* _WORK TASK_
Among the lines below, restate word for word only those from the line with "exhausts: readonly Exhaust[];" through the line with "All airflows in", with both end lines kept.

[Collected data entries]
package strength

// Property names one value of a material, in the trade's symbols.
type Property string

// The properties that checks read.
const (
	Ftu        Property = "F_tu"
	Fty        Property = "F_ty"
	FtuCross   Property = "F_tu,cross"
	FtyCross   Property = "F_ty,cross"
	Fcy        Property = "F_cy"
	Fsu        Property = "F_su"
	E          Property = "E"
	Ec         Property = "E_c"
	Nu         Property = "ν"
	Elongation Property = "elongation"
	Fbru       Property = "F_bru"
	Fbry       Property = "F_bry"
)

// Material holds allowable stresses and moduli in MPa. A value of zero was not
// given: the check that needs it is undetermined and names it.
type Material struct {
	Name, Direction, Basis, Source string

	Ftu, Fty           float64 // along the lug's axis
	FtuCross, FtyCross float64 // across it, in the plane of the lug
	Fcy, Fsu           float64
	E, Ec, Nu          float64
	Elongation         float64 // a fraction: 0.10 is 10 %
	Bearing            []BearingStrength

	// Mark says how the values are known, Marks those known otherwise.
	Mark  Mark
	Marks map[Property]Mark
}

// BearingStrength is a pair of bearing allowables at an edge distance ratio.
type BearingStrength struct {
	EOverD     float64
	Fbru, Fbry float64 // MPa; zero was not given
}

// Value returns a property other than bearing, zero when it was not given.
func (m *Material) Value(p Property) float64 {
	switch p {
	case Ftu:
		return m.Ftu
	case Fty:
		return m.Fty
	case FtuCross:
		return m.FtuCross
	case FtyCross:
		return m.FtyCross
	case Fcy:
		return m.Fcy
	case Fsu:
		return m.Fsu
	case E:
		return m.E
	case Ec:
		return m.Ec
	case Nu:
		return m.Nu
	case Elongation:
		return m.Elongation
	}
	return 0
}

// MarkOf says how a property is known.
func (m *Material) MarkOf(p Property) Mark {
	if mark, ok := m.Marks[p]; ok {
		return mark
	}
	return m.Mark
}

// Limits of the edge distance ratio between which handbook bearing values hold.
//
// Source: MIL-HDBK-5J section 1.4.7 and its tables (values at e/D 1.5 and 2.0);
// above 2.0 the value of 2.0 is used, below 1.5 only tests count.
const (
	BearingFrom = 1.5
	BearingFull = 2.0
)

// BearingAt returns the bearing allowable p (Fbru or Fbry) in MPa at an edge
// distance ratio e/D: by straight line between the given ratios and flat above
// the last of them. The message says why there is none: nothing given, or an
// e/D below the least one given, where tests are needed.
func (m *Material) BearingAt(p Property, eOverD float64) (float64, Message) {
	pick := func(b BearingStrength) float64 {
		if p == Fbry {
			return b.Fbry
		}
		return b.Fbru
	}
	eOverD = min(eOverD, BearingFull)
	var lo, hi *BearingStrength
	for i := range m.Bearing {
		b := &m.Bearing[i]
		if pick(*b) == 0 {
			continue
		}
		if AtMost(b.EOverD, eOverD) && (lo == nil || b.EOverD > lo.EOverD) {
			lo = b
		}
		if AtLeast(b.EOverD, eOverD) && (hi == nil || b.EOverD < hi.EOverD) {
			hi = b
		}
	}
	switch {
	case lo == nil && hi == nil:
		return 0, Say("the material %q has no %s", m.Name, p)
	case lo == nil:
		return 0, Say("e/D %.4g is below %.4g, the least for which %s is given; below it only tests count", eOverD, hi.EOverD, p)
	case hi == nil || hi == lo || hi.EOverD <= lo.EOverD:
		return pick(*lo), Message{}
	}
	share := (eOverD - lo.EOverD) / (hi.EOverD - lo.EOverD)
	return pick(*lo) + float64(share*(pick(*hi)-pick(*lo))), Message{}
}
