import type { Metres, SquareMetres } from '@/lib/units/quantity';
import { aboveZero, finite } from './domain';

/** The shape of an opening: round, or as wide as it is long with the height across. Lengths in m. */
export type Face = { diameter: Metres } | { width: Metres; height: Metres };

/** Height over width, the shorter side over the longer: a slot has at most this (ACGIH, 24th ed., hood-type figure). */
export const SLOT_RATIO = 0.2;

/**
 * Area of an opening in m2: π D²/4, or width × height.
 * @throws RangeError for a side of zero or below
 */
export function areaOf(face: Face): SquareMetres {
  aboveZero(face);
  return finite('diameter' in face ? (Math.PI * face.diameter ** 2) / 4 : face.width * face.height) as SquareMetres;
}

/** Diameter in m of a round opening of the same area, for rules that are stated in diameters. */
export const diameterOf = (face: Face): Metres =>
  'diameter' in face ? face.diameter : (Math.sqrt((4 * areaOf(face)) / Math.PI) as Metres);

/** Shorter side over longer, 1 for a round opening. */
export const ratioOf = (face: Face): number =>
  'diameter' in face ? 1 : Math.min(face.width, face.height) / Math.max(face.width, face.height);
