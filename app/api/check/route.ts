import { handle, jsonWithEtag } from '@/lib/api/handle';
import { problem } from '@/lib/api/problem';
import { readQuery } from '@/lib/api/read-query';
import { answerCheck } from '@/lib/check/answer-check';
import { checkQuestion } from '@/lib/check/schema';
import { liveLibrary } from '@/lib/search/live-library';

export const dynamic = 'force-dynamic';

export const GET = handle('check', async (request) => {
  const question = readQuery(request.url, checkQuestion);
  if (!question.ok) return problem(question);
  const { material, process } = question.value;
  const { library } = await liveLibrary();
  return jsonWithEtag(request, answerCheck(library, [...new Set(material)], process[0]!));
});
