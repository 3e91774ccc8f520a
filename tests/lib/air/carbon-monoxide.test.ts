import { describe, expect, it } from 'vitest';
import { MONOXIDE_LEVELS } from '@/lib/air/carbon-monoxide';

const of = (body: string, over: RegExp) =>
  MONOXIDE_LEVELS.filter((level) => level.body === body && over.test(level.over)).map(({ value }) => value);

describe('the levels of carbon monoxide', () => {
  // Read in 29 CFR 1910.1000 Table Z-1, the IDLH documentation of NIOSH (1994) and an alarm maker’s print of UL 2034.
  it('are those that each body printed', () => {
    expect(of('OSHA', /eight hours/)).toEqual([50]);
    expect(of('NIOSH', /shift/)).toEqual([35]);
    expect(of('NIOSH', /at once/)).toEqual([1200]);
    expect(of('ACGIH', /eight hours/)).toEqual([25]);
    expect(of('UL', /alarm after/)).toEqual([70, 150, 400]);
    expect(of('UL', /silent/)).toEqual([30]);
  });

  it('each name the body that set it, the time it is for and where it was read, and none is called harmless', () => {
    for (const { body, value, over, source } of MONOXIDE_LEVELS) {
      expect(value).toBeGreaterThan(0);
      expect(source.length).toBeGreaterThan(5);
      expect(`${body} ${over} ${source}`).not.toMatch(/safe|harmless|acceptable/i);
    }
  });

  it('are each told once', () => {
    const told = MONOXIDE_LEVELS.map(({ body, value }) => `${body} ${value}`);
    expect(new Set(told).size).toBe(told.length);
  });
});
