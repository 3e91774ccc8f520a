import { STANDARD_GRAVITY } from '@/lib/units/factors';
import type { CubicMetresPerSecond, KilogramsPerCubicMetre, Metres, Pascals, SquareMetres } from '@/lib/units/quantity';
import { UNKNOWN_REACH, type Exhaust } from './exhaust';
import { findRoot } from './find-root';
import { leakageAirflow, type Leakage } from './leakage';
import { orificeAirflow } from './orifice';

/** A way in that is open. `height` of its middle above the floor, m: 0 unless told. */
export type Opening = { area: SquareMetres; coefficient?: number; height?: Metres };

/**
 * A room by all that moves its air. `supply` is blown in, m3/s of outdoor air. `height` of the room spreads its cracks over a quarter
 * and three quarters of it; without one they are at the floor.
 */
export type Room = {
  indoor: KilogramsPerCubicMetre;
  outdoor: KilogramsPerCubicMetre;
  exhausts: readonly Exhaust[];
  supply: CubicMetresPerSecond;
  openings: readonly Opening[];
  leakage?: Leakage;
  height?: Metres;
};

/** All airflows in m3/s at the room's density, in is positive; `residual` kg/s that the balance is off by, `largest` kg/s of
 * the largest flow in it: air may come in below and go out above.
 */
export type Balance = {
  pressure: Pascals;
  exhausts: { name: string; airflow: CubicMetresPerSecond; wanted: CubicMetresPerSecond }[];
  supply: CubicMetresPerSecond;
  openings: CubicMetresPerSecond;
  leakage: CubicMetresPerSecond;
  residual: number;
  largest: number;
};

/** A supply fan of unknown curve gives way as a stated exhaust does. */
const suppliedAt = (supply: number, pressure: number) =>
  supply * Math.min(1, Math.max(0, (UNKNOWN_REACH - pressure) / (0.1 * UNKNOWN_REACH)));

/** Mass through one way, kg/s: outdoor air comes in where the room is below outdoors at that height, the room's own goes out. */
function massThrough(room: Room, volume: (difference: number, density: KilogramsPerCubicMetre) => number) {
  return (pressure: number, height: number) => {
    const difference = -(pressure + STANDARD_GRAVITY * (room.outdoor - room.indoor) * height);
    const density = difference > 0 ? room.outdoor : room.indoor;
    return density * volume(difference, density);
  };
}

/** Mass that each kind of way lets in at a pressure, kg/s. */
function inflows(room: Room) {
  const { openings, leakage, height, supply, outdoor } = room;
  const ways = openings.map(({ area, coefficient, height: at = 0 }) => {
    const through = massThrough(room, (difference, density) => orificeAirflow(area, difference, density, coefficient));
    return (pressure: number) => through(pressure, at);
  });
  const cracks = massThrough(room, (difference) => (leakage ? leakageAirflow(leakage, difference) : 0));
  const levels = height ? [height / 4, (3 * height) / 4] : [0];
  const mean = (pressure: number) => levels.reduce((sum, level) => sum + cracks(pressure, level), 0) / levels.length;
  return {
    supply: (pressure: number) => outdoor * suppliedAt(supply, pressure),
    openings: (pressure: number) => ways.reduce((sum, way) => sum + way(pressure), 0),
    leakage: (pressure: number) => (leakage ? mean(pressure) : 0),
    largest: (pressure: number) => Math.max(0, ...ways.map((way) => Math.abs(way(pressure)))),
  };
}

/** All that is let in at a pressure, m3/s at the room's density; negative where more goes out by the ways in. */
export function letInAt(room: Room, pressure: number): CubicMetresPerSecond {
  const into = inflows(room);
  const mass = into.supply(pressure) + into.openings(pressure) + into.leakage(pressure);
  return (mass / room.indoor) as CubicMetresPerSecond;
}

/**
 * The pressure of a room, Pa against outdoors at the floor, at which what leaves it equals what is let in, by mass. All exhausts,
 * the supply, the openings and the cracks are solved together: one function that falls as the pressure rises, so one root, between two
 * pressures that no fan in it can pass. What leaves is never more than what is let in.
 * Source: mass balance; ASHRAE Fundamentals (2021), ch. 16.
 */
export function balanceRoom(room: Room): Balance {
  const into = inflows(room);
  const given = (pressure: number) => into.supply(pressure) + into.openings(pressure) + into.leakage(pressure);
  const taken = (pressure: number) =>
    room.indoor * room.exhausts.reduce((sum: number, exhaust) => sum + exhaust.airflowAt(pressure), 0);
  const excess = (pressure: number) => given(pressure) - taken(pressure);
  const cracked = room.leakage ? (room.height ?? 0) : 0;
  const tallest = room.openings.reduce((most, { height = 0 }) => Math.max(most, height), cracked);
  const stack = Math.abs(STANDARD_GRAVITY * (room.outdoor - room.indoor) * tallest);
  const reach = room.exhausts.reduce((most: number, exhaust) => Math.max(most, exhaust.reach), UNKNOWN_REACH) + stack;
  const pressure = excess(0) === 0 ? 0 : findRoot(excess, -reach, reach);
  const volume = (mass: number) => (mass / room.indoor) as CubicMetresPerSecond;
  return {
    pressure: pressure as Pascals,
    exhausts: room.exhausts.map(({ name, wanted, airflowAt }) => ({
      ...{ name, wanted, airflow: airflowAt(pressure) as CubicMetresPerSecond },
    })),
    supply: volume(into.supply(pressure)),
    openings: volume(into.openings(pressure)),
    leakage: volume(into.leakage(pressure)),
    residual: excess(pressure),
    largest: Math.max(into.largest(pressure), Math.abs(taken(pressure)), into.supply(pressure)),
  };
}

==

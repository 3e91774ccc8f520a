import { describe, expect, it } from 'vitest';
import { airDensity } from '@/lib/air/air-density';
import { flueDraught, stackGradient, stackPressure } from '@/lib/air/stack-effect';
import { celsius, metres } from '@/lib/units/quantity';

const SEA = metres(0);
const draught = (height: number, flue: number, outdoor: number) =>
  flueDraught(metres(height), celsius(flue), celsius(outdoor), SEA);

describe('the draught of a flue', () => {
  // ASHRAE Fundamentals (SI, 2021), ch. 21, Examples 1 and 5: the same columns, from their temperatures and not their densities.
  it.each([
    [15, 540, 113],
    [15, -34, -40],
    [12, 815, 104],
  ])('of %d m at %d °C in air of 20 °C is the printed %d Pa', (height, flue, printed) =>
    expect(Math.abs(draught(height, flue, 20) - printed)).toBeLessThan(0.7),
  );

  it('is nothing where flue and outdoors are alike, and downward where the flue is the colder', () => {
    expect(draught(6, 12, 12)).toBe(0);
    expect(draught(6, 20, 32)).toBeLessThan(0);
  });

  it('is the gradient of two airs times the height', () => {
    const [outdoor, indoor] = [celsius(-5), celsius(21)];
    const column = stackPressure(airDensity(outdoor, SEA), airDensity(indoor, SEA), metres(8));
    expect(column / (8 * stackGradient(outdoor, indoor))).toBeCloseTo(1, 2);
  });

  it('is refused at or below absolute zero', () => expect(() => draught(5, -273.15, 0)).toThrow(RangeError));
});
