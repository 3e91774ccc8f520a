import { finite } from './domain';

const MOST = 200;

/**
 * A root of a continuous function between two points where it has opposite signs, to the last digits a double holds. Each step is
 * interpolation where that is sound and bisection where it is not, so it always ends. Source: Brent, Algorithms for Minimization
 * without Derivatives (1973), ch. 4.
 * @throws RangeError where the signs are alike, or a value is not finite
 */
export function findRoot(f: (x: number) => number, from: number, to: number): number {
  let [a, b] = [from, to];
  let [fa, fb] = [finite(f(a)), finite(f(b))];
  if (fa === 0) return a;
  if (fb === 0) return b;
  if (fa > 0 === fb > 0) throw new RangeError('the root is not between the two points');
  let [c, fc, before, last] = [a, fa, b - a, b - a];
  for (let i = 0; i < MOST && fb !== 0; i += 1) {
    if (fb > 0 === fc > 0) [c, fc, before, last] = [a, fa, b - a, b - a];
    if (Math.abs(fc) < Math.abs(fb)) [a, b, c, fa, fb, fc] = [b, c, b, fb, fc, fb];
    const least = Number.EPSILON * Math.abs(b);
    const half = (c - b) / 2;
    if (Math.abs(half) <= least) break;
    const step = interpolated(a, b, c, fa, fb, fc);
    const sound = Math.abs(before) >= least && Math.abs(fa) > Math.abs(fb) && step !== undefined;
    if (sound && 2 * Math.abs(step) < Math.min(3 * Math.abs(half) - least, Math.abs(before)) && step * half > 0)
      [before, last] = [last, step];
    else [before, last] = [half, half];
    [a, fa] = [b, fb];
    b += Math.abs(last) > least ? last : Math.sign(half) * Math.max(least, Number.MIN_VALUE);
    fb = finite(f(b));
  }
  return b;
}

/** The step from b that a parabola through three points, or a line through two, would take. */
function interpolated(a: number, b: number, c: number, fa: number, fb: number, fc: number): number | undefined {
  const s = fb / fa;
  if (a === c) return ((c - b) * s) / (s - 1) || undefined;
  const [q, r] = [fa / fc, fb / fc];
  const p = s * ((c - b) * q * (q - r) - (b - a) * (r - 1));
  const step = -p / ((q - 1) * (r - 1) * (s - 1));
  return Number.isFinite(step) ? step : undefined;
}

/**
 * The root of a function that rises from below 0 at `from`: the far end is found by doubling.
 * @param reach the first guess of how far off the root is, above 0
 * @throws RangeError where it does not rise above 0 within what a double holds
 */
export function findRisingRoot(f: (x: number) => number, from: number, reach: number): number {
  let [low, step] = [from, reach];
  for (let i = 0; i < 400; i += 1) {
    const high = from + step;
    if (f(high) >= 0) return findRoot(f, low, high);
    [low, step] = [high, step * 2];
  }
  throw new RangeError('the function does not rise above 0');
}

---

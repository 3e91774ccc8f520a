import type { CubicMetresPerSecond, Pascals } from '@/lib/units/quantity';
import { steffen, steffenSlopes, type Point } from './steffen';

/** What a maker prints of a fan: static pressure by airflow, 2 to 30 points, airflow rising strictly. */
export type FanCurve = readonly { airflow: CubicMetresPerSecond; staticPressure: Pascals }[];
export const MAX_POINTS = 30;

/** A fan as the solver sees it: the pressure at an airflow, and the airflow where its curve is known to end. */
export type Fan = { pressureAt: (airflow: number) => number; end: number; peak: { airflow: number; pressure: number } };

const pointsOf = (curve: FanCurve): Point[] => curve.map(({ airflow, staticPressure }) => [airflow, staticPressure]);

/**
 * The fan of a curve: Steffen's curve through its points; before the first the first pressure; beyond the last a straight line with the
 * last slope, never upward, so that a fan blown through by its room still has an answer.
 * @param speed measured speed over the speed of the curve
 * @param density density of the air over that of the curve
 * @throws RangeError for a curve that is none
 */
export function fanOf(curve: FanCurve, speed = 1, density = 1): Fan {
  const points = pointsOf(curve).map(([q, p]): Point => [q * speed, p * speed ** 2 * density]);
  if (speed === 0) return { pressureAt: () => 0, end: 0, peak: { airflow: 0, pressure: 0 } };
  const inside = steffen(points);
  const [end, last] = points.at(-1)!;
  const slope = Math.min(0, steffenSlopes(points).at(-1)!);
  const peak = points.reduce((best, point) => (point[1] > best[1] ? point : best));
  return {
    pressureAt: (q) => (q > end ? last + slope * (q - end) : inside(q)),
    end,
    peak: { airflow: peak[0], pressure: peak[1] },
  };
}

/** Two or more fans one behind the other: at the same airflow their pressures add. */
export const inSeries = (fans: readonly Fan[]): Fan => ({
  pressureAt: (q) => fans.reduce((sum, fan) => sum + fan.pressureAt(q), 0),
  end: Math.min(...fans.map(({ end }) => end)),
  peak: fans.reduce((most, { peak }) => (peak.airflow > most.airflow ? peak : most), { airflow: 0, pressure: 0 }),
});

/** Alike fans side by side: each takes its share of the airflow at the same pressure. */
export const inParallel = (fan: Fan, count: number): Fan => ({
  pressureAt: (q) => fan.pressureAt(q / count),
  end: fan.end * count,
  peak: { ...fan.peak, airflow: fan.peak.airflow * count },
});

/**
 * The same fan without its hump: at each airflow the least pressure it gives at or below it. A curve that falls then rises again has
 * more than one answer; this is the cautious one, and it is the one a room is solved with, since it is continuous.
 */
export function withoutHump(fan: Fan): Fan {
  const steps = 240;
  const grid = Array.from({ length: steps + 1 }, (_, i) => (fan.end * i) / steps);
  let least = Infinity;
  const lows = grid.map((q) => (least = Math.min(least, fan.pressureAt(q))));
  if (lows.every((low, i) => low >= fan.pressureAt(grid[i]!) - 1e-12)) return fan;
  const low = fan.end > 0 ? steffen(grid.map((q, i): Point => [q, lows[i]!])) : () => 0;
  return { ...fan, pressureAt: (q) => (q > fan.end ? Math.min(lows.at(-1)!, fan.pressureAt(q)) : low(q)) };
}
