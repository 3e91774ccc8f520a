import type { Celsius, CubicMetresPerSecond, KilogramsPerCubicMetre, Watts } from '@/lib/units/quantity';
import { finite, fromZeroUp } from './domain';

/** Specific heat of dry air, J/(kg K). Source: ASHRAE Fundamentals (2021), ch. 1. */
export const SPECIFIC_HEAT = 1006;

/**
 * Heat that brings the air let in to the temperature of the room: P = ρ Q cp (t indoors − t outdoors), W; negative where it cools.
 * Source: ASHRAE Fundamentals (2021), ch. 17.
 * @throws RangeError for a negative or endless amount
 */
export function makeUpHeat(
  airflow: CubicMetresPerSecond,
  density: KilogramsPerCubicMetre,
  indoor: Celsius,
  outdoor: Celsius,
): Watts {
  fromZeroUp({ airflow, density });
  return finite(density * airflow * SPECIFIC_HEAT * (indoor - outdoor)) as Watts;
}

* _ANSWER AREA_
  exhausts: readonly Exhaust[];
  supply: CubicMetresPerSecond;
  openings: readonly Opening[];
  leakage?: Leakage;
  height?: Metres;
};

/** All airflows in m3/s at the room's density, in is positive; `residual` kg/s that the balance is off by, `largest` kg/s of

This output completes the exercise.